Пластинка замерла, остановилась на месте, а песня, как эхо, отзывалась в моей груди. Я боялся пошевельнуться, чтобы не оборвать ее на полуслове, слушал, думая о своей розе, о своей неразделенной любви. И вдруг чье-то дыхание над самым ухом. Повернулся и невольно попятился назад. Передо мной стоял человек с лицом, словно печеное яблоко. Он был одет в грязную, пропитанную потом и пылью длинную рубашку, поверх вязаный жилет, котомка за плечами, мятая чалма и стоптанные, облезшие сандалии на босу ногу. В руках увесистый, с его рост, кизиловый посох.
— Что, не узнаешь меня, Салех? — попытался улыбнуться он, отчего лицо его стало еще безобразнее.
— Эй, кто пустил это страшилище в мой кебаб? — закричал хозяин, возвращаясь с кухни. — А ну убирайся скорее, пока я тебе ребра не переломал!
Вытащил откуда-то из-за стойки бара резиновый жгут и коршуном подлетел к несчастному.
Я остановил его повелительным жестом, спросил незнакомца на дари.
— Кто ты, страшный человек, откуда знакомо тебе мое имя?
— Я твой товарищ… Товарищ по Пули-Чархи… Хабибула. Теперь меня трудно узнать, Салех.
Да, это был его голос, того самого муллы из провинции Газни, с кем свела меня судьба в мрачные дни заточения в Пули-Чархи. Только лицо другое, страшное, сожженное огнем лицо Хабибулы. Я протянул к нему руки, он бросился в мои объятия. Кебабщик от удивления только рот раскрыл.

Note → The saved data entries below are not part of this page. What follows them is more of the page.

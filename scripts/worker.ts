// Quorum worker: claims jobs from MariaDB and runs them (DESIGN.md §3).
// Usage: npm run worker [-- --once]
//   --once                 process jobs until none is queued or running, then exit (tests, batch)
// Environment: QUORUM_WORKER_ID (default host:pid:random), QUORUM_JOB_LEASE_MS (default 30000),
//   QUORUM_JOB_POLL_MS (500), QUORUM_JOB_RETRY_BASE_MS (5000), QUORUM_DECOMPOSE_THREADS,
//   QUORUM_WORKER_NICE (10: the worker's CPU priority, 0 = normal, up to 19 = lowest),
//   the database settings of lib/db/config.ts and QUORUM_UPLOADS_DIR (the shared storage root);
//   QUORUM_EXECUTOR (local | slurm), QUORUM_WORKER_CONCURRENCY and the QUORUM_SLURM_* settings
//   of lib/worker/executors/settings.ts.
// SIGTERM / SIGINT: the running job is released back to the queue (its attempt is not counted) and
// the worker exits; a second signal exits at once.
import { checkDatabase, closeDb, db } from '@/lib/db/knex';
import { jobKinds } from '@/lib/worker/kinds';
import { defaultWorkerId, startWorker } from '@/lib/worker/worker';
import { lowerProcessPriority } from '@/lib/worker/cpu-priority';
import { executorName, slurmSettings, workerConcurrency } from '@/lib/worker/executors/settings';
import { cancelOrphanedClusterJobs } from '@/lib/worker/executors/cancel-orphans';

function intEnv(name: string, fallback: number, min: number): number {
  const raw = process.env[name];
  if (raw === undefined || raw.trim() === '') return fallback;
  const n = Number(raw);
  if (!Number.isInteger(n) || n < min) {
    process.stderr.write(`worker: ${name} must be a whole number ≥ ${min} (got "${raw}")\n`);
    process.exit(2);
  }
  return n;
}

async function main(): Promise<number> {
  const args = process.argv.slice(2);
  const unknown = args.filter((a) => a !== '--once');
  if (unknown.length) {
    process.stderr.write(`worker: unknown argument ${unknown.join(' ')}\nusage: npm run worker [-- --once]\n`);
    return 2;
  }
  const once = args.includes('--once');
  // Decompositions are batch work: run them at a lower CPU priority so that, on a machine shared with
  // the web app, votes and pages stay quick (every thread; threads the engine starts later inherit it).
  const nice = intEnv('QUORUM_WORKER_NICE', 10, 0);
  try {
    if (nice > 0) {
      const lowered = lowerProcessPriority(nice);
      process.stdout.write(
        `worker: CPU priority lowered to nice ${nice} (${lowered.threads} threads${lowered.sessionGroup ? ', and its session group' : ''})\n`,
      );
    }
  } catch (err) {
    process.stderr.write(`worker: could not lower its CPU priority (${(err as Error).message}); running at normal priority\n`);
  }
  const leaseMs = intEnv('QUORUM_JOB_LEASE_MS', 30_000, 200);
  const pollMs = intEnv('QUORUM_JOB_POLL_MS', 500, 10);
  const retryBaseMs = intEnv('QUORUM_JOB_RETRY_BASE_MS', 5_000, 0);
  const workerId = process.env.QUORUM_WORKER_ID?.trim() || defaultWorkerId();
  let executor: string;
  let concurrency: number;
  try {
    executor = executorName();
    concurrency = workerConcurrency();
    if (executor === 'slurm') {
      const s = slurmSettings();
      executor = `slurm (time ${s.time}, ${s.cpus} CPUs, ${s.mem}${s.partition ? `, partition ${s.partition}` : ''}; polls every ${s.pollMs} ms)`;
    }
  } catch (err) {
    process.stderr.write(`worker: ${(err as Error).message}\n`);
    return 2;
  }

  try {
    await checkDatabase(db);
  } catch (err) {
    process.stderr.write(`worker: ${(err as Error).message}\n`);
    await closeDb().catch(() => undefined);
    return 1;
  }

  console.log(
    `worker ${workerId}: ready (kinds ${Object.keys(jobKinds).join(', ')}; lease ${leaseMs} ms; executor ${executor}; ${concurrency} at once${once ? '; --once' : ''})`,
  );
  const worker = startWorker({
    db,
    kinds: jobKinds,
    workerId,
    leaseMs,
    pollMs,
    retryBaseMs,
    once,
    concurrency,
    onSweep:
      executorName() === 'slurm'
        ? async () => {
            const ids = await cancelOrphanedClusterJobs(db);
            return ids.length ? `cancelled cluster job ${ids.join(', ')} (their Quorum jobs were cancelled while queued)` : null;
          }
        : undefined,
  });

  let signals = 0;
  const onSignal = (sig: NodeJS.Signals) => {
    signals++;
    if (signals > 1) {
      process.stderr.write(`worker ${workerId}: ${sig} again, exiting now\n`);
      process.exit(130);
    }
    console.log(`worker ${workerId}: ${sig}, stopping`);
    void worker.stop().then(() => {
      // The job is back in the queue; give the kind a moment to notice, then leave regardless.
      setTimeout(() => process.exit(0), 5_000).unref();
    });
  };
  process.on('SIGTERM', onSignal);
  process.on('SIGINT', onSignal);

  const { processed } = await worker.done;
  console.log(`worker ${workerId}: stopped after ${processed} job${processed === 1 ? '' : 's'}`);
  await closeDb();
  return 0;
}

main().then(
  (code) => process.exit(code),
  (err: unknown) => {
    process.stderr.write(`worker: ${err instanceof Error ? err.message : String(err)}\n`);
    process.exit(1);
  },
);
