// Inter-rater agreement for component labels: framework-free, typed arrays, no NaN to callers.
export { AgreementError, type AgreementErrorCode } from './errors';
export { type StatResult } from './result';
export {
  MISSING,
  ratingsTableFromMatrix,
  ratingsTableFromVotes,
  itemCounts,
  raterIndex,
  type RatingsTable,
  type ItemSelection,
  type MatrixInput,
  type Vote,
  type VotesInput,
} from './table';
export { percentAgreement, specificAgreement } from './percent-agreement';
export { fleissKappa } from './fleiss-kappa';
export { krippendorffAlpha } from './krippendorff-alpha';
export { gwetAC1 } from './gwet-ac1';
export { pabak, pabakFromAgreement } from './pabak';
export {
  cohenKappa,
  weightedKappa,
  pairPercentAgreement,
  pairGwetAC1,
  cohenKappaFromFlat,
  weightedKappaFromFlat,
  pairGwetAC1FromFlat,
  pairPercentAgreementFromFlat,
  type KappaWeights,
} from './cohen-kappa';
export { pairConfusion, referenceConfusion, detection, type ConfusionMatrix, type Detection } from './confusion';
export {
  bootstrapCI,
  bootstrapMany,
  bootstrapVector,
  bootstrapTableStat,
  DEFAULT_RESAMPLES,
  DEFAULT_SEED,
  type BootstrapOptions,
  type ConfidenceInterval,
  type ResampleEvaluator,
} from './bootstrap';
export { landisKochBand, type AgreementBand } from './bands';
export { studyAgreement, type StudyAgreement, type StudyAgreementInput, type StudyItem, type StatWithCI } from './study';
export { parseRatingsText, parseDelimited, detectFormat, type RatingsFileFormat } from './ratings-file';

Ел Хабибула быстро и жадно, а у меня пропал аппетит, к еде даже не притронулся. Чуть отпил из бокала ледяного пива. Сижу, молчу, жду, когда можно сказать свое слово. Начисто куском лепешки вычистил Хабибула свою тарелку. Осторожно стряхнул в ладонь крошки со стола и — в рот.
— Может, еще заказать что-нибудь? — спрашиваю я его.
— Благодарствую. Давно так сытно не ел. Разве что чаю пиалушку. Побаловал себя всласть щедротой твоего сердца. В этом кебабе все дорого. Надо много рупий иметь.
— Э, полно тебе о деньгах беспокоиться. Есть у меня и рупии, и афгани, и доллары.
— Ты стал богатым?
— Обо мне потом. Расскажи лучше о себе. Как поживаешь, куда путь держишь, дружище!
— В Мекку! Совершаю хаджж!
Умолк, пока чайники и пиалы расставлял на нашем столике кебабщик. Продолжал с глубоким вздохом:
— Иду к святому храму Кааба. Нелегким путем, через огонь дьявола.
ГЛАВА XV
Он
19
Закят — подаяние нищим.
— Не случилась ли беда с нашим муллой? Что ни день, ходит праздничный, — толковали между собой удивленные односельчане.
Беды никакой не случилось. Просто была большая радость, та самая, которую испытывает соловей, выпущенный из железной клетки на волю. Радость, что видит вокруг жизнь, слышит, как блеют овцы, погоняемые пастухами, копошатся в пыли голопузые малыши, как пошла в рост на его поле кукуруза. Нисходит покой на сердце с прогнившего свода старой мечети. О тюрьме никому не рассказывал, забыл, не желает помнить. А вот ночь подходит, и снова он в камере, рядом с ним — мы. Правда, лиц наших не видит… Профессор очки все свои ищет… Кажется, нашел. И вот он видит его глаза, они смотрят в упор, как дуло пистолета. Хабибула слышит чуть с хрипотцой голос профессора:
— «И не ходи по земле горделиво: ведь ты не просверлишь землю и не достигнешь гор высотой». Что это? Дай, Аллах, памяти. Да, да… Коран, сура семнадцать. Стих тридцать девять.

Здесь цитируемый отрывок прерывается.